[Stored data]
--- START ---

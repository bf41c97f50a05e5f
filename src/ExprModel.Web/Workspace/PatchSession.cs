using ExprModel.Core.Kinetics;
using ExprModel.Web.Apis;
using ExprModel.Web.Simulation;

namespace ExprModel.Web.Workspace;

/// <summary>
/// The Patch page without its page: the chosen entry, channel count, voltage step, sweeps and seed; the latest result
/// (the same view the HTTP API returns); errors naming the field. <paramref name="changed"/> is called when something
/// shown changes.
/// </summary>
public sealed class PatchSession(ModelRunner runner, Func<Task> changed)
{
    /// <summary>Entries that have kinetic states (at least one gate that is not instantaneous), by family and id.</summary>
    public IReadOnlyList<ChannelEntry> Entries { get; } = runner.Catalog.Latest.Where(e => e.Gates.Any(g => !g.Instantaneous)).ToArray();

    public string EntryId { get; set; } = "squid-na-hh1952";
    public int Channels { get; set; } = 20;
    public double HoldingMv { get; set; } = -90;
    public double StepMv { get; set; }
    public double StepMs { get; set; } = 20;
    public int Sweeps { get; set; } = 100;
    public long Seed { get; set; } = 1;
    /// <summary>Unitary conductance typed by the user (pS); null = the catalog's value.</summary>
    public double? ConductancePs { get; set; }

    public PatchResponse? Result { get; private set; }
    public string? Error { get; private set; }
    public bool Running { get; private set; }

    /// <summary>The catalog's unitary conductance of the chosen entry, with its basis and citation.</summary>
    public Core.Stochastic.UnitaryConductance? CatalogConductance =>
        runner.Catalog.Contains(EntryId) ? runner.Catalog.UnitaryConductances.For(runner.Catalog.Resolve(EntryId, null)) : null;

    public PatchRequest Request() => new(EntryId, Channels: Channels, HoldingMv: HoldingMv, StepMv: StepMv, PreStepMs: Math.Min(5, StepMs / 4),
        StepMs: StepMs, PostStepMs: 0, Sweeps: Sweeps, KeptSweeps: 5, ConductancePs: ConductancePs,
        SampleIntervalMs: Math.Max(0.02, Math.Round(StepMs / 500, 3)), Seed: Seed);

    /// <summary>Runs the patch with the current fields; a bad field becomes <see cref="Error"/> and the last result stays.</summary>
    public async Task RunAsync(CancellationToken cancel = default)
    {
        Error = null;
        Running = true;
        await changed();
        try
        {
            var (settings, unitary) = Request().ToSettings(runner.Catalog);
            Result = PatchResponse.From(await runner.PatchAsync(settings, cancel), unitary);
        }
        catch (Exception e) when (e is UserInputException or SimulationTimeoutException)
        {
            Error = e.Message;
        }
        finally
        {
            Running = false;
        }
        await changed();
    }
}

--- END ---
--- START ---

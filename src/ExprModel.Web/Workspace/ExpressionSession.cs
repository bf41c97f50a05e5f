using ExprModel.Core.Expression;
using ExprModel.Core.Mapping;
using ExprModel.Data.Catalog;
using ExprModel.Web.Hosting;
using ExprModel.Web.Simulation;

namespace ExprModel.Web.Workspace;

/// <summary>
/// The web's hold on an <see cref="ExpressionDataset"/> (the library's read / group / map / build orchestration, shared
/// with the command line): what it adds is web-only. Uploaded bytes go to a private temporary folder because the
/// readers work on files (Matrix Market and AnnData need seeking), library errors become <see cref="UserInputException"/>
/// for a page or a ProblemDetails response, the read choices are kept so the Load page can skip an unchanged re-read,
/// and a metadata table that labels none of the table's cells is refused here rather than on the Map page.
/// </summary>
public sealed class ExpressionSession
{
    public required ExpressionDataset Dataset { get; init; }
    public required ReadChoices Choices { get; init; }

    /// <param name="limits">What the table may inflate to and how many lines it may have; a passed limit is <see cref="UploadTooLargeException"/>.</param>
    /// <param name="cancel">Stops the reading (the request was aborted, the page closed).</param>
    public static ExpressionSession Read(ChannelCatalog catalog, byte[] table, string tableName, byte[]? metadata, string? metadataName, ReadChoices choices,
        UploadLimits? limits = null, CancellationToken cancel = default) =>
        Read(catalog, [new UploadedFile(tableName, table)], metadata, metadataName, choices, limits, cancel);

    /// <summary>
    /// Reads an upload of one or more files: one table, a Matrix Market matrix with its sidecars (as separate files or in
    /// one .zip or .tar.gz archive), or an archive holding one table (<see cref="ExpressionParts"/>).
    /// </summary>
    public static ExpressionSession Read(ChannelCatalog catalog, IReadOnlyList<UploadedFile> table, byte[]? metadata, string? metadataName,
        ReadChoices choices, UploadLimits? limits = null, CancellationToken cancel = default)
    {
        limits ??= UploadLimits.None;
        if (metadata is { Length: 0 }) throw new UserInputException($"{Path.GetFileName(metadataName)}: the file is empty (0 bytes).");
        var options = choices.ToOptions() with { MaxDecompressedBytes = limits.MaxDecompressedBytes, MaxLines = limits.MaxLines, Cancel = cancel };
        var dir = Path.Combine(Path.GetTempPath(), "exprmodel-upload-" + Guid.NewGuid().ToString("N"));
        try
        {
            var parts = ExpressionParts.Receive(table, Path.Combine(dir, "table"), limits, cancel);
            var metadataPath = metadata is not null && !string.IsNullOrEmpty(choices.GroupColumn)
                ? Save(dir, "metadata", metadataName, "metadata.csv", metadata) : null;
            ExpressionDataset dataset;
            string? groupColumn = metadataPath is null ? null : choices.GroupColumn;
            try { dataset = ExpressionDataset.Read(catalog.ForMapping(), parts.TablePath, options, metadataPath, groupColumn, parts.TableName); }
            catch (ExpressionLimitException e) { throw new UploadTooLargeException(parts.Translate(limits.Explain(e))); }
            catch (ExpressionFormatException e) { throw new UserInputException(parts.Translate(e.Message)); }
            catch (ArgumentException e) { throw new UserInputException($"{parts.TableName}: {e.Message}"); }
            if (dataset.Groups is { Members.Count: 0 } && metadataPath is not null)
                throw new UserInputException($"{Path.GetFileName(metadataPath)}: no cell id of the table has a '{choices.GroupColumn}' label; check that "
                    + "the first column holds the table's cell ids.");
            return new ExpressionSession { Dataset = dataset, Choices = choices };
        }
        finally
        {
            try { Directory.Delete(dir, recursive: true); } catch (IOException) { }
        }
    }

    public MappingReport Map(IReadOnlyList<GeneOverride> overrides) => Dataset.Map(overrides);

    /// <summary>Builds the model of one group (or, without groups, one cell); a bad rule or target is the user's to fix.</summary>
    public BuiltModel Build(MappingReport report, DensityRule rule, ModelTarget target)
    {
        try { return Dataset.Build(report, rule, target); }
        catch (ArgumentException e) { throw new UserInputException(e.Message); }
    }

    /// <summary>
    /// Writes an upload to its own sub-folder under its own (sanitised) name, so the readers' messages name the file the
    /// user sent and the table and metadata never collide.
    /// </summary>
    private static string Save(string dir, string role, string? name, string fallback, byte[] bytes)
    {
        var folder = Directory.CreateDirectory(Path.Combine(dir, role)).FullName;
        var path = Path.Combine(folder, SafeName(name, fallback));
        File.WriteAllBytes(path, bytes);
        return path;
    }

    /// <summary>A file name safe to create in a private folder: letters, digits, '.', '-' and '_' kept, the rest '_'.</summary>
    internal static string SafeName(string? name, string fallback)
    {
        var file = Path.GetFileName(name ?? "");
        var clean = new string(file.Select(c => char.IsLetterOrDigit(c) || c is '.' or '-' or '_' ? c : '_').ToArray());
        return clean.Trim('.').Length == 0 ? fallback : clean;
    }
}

--- END ---

# THE PROBLEM:
Copy out each line of the data in which the word "files" appears.

# PROBLEM SOLUTION:
/// readers work on files (Matrix Market and AnnData need seeking), library errors become <see cref="UserInputException"/>
    /// Reads an upload of one or more files: one table, a Matrix Market matrix with its sidecars (as separate files or in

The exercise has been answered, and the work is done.